Our text then seems to take a bit of sidestep (in brackets no less) as the author, Moses himself, tells us that while the crops of flax and barley were ruined by the hail due to the time of the year and the progressive stage of their growth cycle, the wheat and the spelt were not, as they had not ripened yet.  I find this information rather interesting.  Why is it there?  Well, one possibility is that it is there to show us that God often works within His own set of physical laws of nature.  When He acts supernaturally to intervene, sometimes there are consequences that one would expect.  For example, if God allows or causes a drought to take place, one can also expect that various plant life may well die, and so on.  The other possibility is that Moses is intentionally or unintentionally sharing with us the fact that while many stocks were ruined, the people would not be left to die – starvation and famine would be averted.  While Moses, Aaron, and Pharaoh in those days, and we today, may see the long-term cause and effect of circumstances, God keeps His eye on the long-term plans He has for us and for mankind.
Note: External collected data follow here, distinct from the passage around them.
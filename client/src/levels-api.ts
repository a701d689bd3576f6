/**
 * The measured levels' API calls: NCA, a fit and regimen proposals, each a POST of the scenario
 * on screen. Answers become plain outcomes as in api.ts (problems by path for a 400, the
 * computation's problems for a 422); the result types are the core's, imported as types only.
 */
import type { ScenarioNca } from '../../models/levels/nca-scenario.ts';
import type { FitResult } from '../../models/fitting/result.ts';
import type { ProposeResult } from '../../models/regimen/propose.ts';
import { failureOf, refusedBeforeSending, unreachable, type Failure } from './api.ts';

/** The fit as the API answers it: the result and the server's caution. */
export type FitAnswer = FitResult & { caution: string };

export type LevelsOutcome<T> = { kind: 'ok'; value: T } | Failure | { kind: 'aborted' };

/** What each route answers; a shape check keeps an unreadable answer from reaching the views. */
const readers = {
  nca: (v: unknown): v is ScenarioNca => isObject(v) && Array.isArray(v.profiles) && isObject(v.units),
  fit: (v: unknown): v is FitAnswer => isObject(v) && isObject(v.estimates) && Array.isArray(v.predictions) && typeof v.objective === 'number',
  propose: (v: unknown): v is ProposeResult => isObject(v) && Array.isArray(v.proposals) && isObject(v.units),
};

function isObject(v: unknown): v is Record<string, unknown> {
  return typeof v === 'object' && v !== null && !Array.isArray(v);
}

async function post<T>(route: string, scenario: unknown, signal: AbortSignal, ok: (v: unknown) => v is T): Promise<LevelsOutcome<T>> {
  const refused = refusedBeforeSending(scenario);
  if (refused) return refused;
  let res: Response;
  try {
    res = await fetch(route, { method: 'POST', headers: { 'content-type': 'application/json', accept: 'application/json' }, body: JSON.stringify(scenario), signal });
  } catch {
    return signal.aborted ? { kind: 'aborted' } : { kind: 'message', text: unreachable };
  }
  let body: unknown = null;
  try {
    body = await res.json();
  } catch {
    body = null;
  }
  if (signal.aborted) return { kind: 'aborted' };
  if (res.status === 200) return ok(body) ? { kind: 'ok', value: body } : { kind: 'message', text: 'The server sent an answer the page could not read. Try again; if it persists, restart the server.' };
  return failureOf(res.status, body, 'run');
}

/** Non-compartmental figures of the scenario's observations; `rule` "linear" for the linear trapezoidal rule. */
export function postNca(scenario: unknown, signal: AbortSignal, rule: 'log-down' | 'linear' = 'log-down'): Promise<LevelsOutcome<ScenarioNca>> {
  return post(`api/nca${rule === 'linear' ? '?rule=linear' : ''}`, scenario, signal, readers.nca);
}

/** A fit of the scenario's `fit.estimate` to its observations (objective and weighting from `fit`). */
export function postFit(scenario: unknown, signal: AbortSignal): Promise<LevelsOutcome<FitAnswer>> {
  return post('api/fit', scenario, signal, readers.fit);
}

/** Regimen proposals from the scenario's `propose` block. */
export function postPropose(scenario: unknown, signal: AbortSignal): Promise<LevelsOutcome<ProposeResult>> {
  return post('api/propose', scenario, signal, readers.propose);
}
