/**
 * Problems from the server, shown where they belong: a message right after the input whose
 * data-path matches (aria-invalid, aria-describedby, role=alert), and a summary box listing
 * what has no input, computation failures and plain-sentence messages.
 */
import type { Problem } from './api.ts';
import { findByPath, h } from './dom.ts';
import { parsePath, type ScenarioStore } from './store.ts';

const fieldNames: Record<string, string> = {
  id: 'name',
  label: 'label',
  volume: 'volume',
  from: 'from',
  to: 'to',
  k: 'rate constant k',
  cl: 'clearance CL',
  vmax: 'Vmax',
  km: 'Km',
  into: 'compartment',
  amount: 'amount',
  at: 'first dose time',
  duration: 'infusion duration',
  rate: 'infusion rate',
  bioavailability: 'bioavailability',
  lag: 'lag time',
  every: 'dosing interval τ',
  count: 'number of doses',
  through: 'last dose time',
  end: 'end time',
  start: 'start time',
  step: 'step',
  times: 'extra output times',
  compartment: 'compartment',
  above: 'lower edge',
  below: 'upper edge',
  method: 'method',
  rtol: 'relative tolerance',
  atol: 'absolute tolerance',
  maxSteps: 'maximum steps',
};

/** "doses[0].amount" → "Dose line 1, amount". */
export function describePath(path: string, store: ScenarioStore): string {
  if (path === '') return 'Scenario';
  const t = parsePath(path);
  const rest = (from: number) =>
    t
      .slice(from)
      .map((x) => (typeof x === 'number' ? `#${x + 1}` : (fieldNames[x] ?? x)))
      .join(' ');
  const tail = (from: number) => (t.length > from ? `, ${rest(from)}` : '');
  if (t[0] === 'compartments' && typeof t[1] === 'number') {
    const id = store.compartments[t[1]]?.id;
    return `Compartment ${t[1] + 1}${typeof id === 'string' && id ? ` (${id})` : ''}${tail(2)}`;
  }
  if (t[0] === 'transfers' && typeof t[1] === 'number') return `Transfer ${t[1] + 1}${tail(2)}`;
  if (t[0] === 'doses' && typeof t[1] === 'number') return `Dose line ${t[1] + 1}${tail(2)}`;
  if (t[0] === 'output' && t[1] === 'thresholds' && typeof t[2] === 'number') return `Target window ${t[2] + 1}${tail(3)}`;
  if (t[0] === 'output') return `Output${tail(1)}`;
  if (t[0] === 'solver') return `Solver${tail(1)}`;
  if (t[0] === 'units') return `Units${tail(1)}`;
  if (t.length === 1 && typeof t[0] === 'string') return t[0] === 'title' ? 'Title' : t[0] === 'compartments' ? 'Compartments' : t[0] === 'doses' ? 'Doses' : t[0] === 'transfers' ? 'Transfers' : String(t[0]);
  return rest(0);
}

export class ErrorPresenter {
  /** Field problems of the last rejected run, re-attached after a form re-render. */
  private fieldProblems = new Map<string, string[]>();

  constructor(
    private readonly form: HTMLElement,
    private readonly summary: HTMLElement,
    private readonly store: ScenarioStore,
  ) {}

  /** Removes every field message and empties the summary. */
  clear(): void {
    this.fieldProblems.clear();
    this.detachAll();
    this.summary.replaceChildren();
    this.summary.hidden = true;
  }

  /** The user edited a field: its message goes (the summary stays until the next run). */
  clearField(path: string): void {
    if (!this.fieldProblems.has(path)) return;
    this.fieldProblems.delete(path);
    const el = findByPath(this.form, path);
    if (el) this.detach(el);
  }

  /** A 400: each problem beside its field; those without a field in the summary. */
  showInvalid(problems: Problem[]): void {
    this.clear();
    const unmatched: Problem[] = [];
    for (const p of problems) {
      if (findByPath(this.form, p.path)) this.fieldProblems.set(p.path, [...(this.fieldProblems.get(p.path) ?? []), p.message]);
      else unmatched.push(p);
    }
    this.reapply();
    const marked = [...this.fieldProblems.keys()];
    const parts: HTMLElement[] = [
      h('h2', {}, `The scenario needs attention (${problems.length} problem${problems.length === 1 ? '' : 's'})`),
    ];
    if (marked.length) {
      parts.push(
        h(
          'p',
          {},
          problems.length === 1
            ? 'It is marked beside its field:'
            : unmatched.length === 0
              ? 'Each is marked beside its field:'
              : `${problems.length - unmatched.length} ${problems.length - unmatched.length === 1 ? 'is' : 'are'} marked beside ${problems.length - unmatched.length === 1 ? 'its field' : 'their fields'}:`,
        ),
        h('ul', { class: 'jump-list' }, ...marked.map((path) => h('li', {}, this.jumpLink(path)))),
      );
    }
    if (unmatched.length) {
      parts.push(
        h('p', {}, marked.length ? 'Also:' : 'Problems:'),
        h('ul', {}, ...unmatched.map((p) => h('li', {}, h('strong', {}, describePath(p.path, this.store)), `: ${p.message}`))),
      );
    }
    this.showSummary(parts);
  }

  /** A 422 (numerical failure, time budget): the messages in the summary. */
  showFailure(problems: Problem[]): void {
    this.clear();
    this.showSummary([
      h('h2', {}, 'The simulation could not be completed'),
      h('ul', {}, ...problems.map((p) => h('li', {}, p.path ? h('strong', {}, `${describePath(p.path, this.store)}: `) : null, p.message))),
      h('p', { class: 'hint' }, 'A smaller span, a coarser output step or another solver setting may help.'),
    ]);
  }

  /** A plain sentence (network failure, busy server, unreadable file). */
  showMessage(text: string, title = 'Something needs attention'): void {
    this.clear();
    this.showSummary([h('h2', {}, title), h('p', {}, text)]);
  }

  /** Puts the stored field messages back after the forms were rebuilt. */
  reapply(): void {
    this.detachAll();
    for (const [path, messages] of this.fieldProblems) {
      const el = findByPath(this.form, path);
      if (el) this.attach(el, messages.join(' '));
    }
  }

  private showSummary(parts: HTMLElement[]): void {
    this.summary.replaceChildren(...parts);
    this.summary.hidden = false;
    this.summary.focus({ preventScroll: true });
    this.summary.scrollIntoView({ block: 'nearest' });
  }

  private jumpLink(path: string): HTMLElement {
    const a = h('a', { href: `#${findByPath(this.form, path)?.id ?? ''}` }, describePath(path, this.store));
    a.addEventListener('click', (ev) => {
      ev.preventDefault();
      const el = findByPath(this.form, path);
      if (!el) return;
      el.scrollIntoView({ block: 'center' });
      el.focus();
    });
    return a;
  }

  private attach(el: HTMLElement, message: string): void {
    const id = `${el.id || 'field'}-error`;
    const msg = h('p', { class: 'field-error', id, role: 'alert' }, message);
    el.after(msg);
    el.setAttribute('aria-invalid', 'true');
    const described = (el.getAttribute('aria-describedby') ?? '').split(/\s+/).filter((x) => x && x !== id);
    el.setAttribute('aria-describedby', [id, ...described].join(' '));
    const details = el.closest('details');
    if (details && !details.open) details.open = true;
  }

  private detach(el: HTMLElement): void {
    const next = el.nextElementSibling;
    const id = `${el.id || 'field'}-error`;
    if (next && next.classList.contains('field-error')) next.remove();
    el.removeAttribute('aria-invalid');
    const described = (el.getAttribute('aria-describedby') ?? '').split(/\s+/).filter((x) => x && x !== id);
    if (described.length) el.setAttribute('aria-describedby', described.join(' '));
    else el.removeAttribute('aria-describedby');
  }

  private detachAll(): void {
    this.form.querySelectorAll<HTMLElement>('[aria-invalid="true"]').forEach((el) => this.detach(el));
    this.form.querySelectorAll('.field-error').forEach((msg) => msg.remove());
  }
}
So Moses did what he told Pharaoh he would do on his behalf and God did His part – the thunder and the hail stopped, as did the rain.  And then we see that familiar word that can lead to good or to evil – that word “but” appear once more.  The text tells us “but once his troubles stopped, Pharaoh sinned again”.  I think that is what God must dislike very much – the “sinning again”.  Yes, He hates the sin, but He can forgive it.  And He would rather see sincere and determined repentance.  But I believe His heart is broken greatly when after sinning, and repenting, a child, especially one of His own, “sins again”.
It is also interesting that at this point in Scripture the text says in the same passage first that Pharaoh hardened his heart and than also says Pharaoh’s heart was hardened.  Here is the verse many of us look for when we wonder, “did God harden Pharaoh’s heart or did he do it himself?”  Well, the answer seems clear – Pharaoh did it from a human perspective and God allowed it to be so from a divine perspective.  There is no need to assess blame here – the fact remains Pharaoh ended up with a hardened heart – a state which God had predicted would be the case much earlier.  And now, even Moses himself finally got in tune with God on this one as he himself had told Pharaoh, “I know you do not yet fear the Lord.”
Where are you on the journey of fearing the Lord?